As an update: After a number of months in MoD rehabilitative employment counseling, I’ve applied to about 60+ jobs. It feels good each time I apply. I haven’t gotten anything yet.
What others think about us, how we feel about ourselves, how much money we have in the bank, the clothes we wear, the sort of house, car we possess, what we put into our body and indeed, what we do to define ourselves, does not define us. The only thing that defines me, the place from where I derive my identity, broken though it is, is from the blood and sacrificed body of Christ. Christ is my identity.
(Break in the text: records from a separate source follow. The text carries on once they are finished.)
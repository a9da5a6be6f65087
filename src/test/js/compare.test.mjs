// The compare page's labels, units and side-by-side results, without a browser.
import { test } from 'node:test';
import assert from 'node:assert/strict';
import { labelOf, parameterRows, sections, rememberedUnits, formatDifference } from '../../../static-assets/js/library/compare.js';

const words = { 'library.param.pickups': 'Pickup', 'library.param.positionMm': 'position', 'library.param.diameterMm': 'Diameter' };

test('a path is labelled by its words, list members numbered from 1, unit suffixes dropped', () => {
  assert.equal(labelOf('pickups[0].positionMm', words), 'Pickup 1 · position');
  assert.equal(labelOf('diameterMm', words), 'Diameter');
  assert.equal(labelOf('relativeHumidityPct'), 'relative humidity');
  assert.equal(labelOf('segments[2].points[0].diameterMm', words), 'segments 3 · points 1 · Diameter');
});

test('lengths and forces in the user units; the server marks what differs, lists of numbers stay one row', () => {
  const a = { lengthMm: 647.7, tensionN: 70, pickups: [{ positionMm: 610 }], closedHoles: [1, 2] };
  const b = { lengthMm: 647.7, tensionN: 72.5, pickups: [{ positionMm: 600 }], closedHoles: [1, 2, 3] };
  const diffs = [{ path: 'tensionN' }, { path: 'pickups[0].positionMm' }, { path: 'closedHoles[2]' }];
  // 647.7 mm = 25.5 in exactly (1 in = 25.4 mm); 70 N / 9.80665 N per kgf (ISO 80000-4) = 7.13801 kgf.
  const rows = Object.fromEntries(parameterRows(a, b, diffs, { length: 'inch', force: 'kgf' }, words).map((r) => [r.path, r]));
  assert.equal(rows.lengthMm.a, '25.5');
  assert.equal(rows.lengthMm.unit, 'in');
  assert.equal(rows.lengthMm.differs, false);
  assert.equal(rows.tensionN.a, '7.13801');
  assert.equal(rows.tensionN.unit, 'kgf');
  assert.equal(rows.tensionN.differs, true);
  assert.equal(rows['pickups[0].positionMm'].label, 'Pickup 1 · position');
  assert.equal(rows.closedHoles.b, '1, 2, 3');
  assert.equal(rows.closedHoles.differs, true);
});

test('string results: the server figures side by side, B − A of each partial, f1 apart in cents', () => {
  const mode = (n, c, out) => ({ n, centsFromHarmonic: c, excitation: 1 / n, pickupOutput: [out], combinedOutput: null });
  const ra = { fundamentalHz: 440, tensionN: 70, stressFraction: 0.4, inharmonicityB: 1e-4, linearDensityKgPerM: 4e-4,
    modes: [mode(1, 0.1, 1), mode(2, 0.3, 0.1)] };
  const rb = { fundamentalHz: 880, tensionN: 100, stressFraction: 0.5, inharmonicityB: 2e-4, linearDensityKgPerM: 6e-4,
    modes: [mode(1, 0.2, 1), mode(2, 0.7, 0.01)] };
  const [summary, partials, levels] = sections('string', ra, rb, { length: 'mm', force: 'N' });
  const row = (s, id) => s.rows.find((r) => r.id === id);
  assert.equal(row(summary, 'f1').difference, 1200); // an octave
  assert.equal(row(summary, 'tension').difference, 30);
  assert.ok(Math.abs(row(summary, 'stress').difference - 10) < 1e-12);
  assert.ok(Math.abs(row(summary, 'mu').a - 0.4) < 1e-12);
  assert.ok(Math.abs(row(partials, 'partial-2').difference - 0.4) < 1e-12);
  // 20·log10(0.1) = −20 dB, 20·log10(0.01) = −40 dB.
  assert.ok(Math.abs(row(levels, 'level-2').a + 20) < 1e-9);
  assert.ok(Math.abs(row(levels, 'level-2').difference + 20) < 1e-9);
  assert.equal(formatDifference(row(summary, 'b')), '+0.0001 (×2)');
});

test('bore results: resonances apart in cents, fingerings matched by name', () => {
  const ra = { resonances: [{ n: 1, frequencyHz: 293.66, centsFromSeries: 0 }], fingerings: [{ index: 0, name: 'D5', centsFromTarget: -3 }] };
  const rb = { resonances: [{ n: 1, frequencyHz: 293.66 * 2 ** (5 / 1200), centsFromSeries: 1 }], fingerings: [{ index: 0, name: 'D5', centsFromTarget: 2 }] };
  const s = Object.fromEntries(sections('air-column', ra, rb, { length: 'mm', force: 'N' }).map((x) => [x.id, x]));
  assert.ok(Math.abs(s.resonances.rows[0].difference - 5) < 1e-9);
  assert.equal(s.fingerings.rows[0].label, 'D5');
  assert.equal(s.fingerings.rows[0].difference, 5);
});

test('the units come back from this browser: the compare page first, else the bench of the kind', () => {
  const store = (m) => ({ getItem: (k) => m[k] ?? null });
  assert.deepEqual(rememberedUnits('string', store({ 'nodewright.units.strings': '{"length":"inch","force":"lbf"}' })), { length: 'inch', force: 'lbf' });
  assert.deepEqual(rememberedUnits('string', store({ 'nodewright.units.strings': '{"length":"inch"}', 'nodewright.units.library': '{"force":"kgf"}' })), { length: 'inch', force: 'kgf' });
  assert.deepEqual(rememberedUnits('bar', store({ 'nodewright.units.library': 'not json' })), { length: 'mm', force: 'N' });
});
I want to be clear that this message about occupational struggles is not a teaching for everybody. As a society, we need be compassionate. There were beggars in Jesus’ time as well. For the most part, they were not beggars by choice. I think it should have been obvious that this was not a sweeping statement but rather a statement on myself, who had been born into trauma and raised through trauma. Even still, I haven’t been idle. Who else can say that they have written six books? And I am looking for jobs now.
I know you are forgetting quickly. I will keep reminding.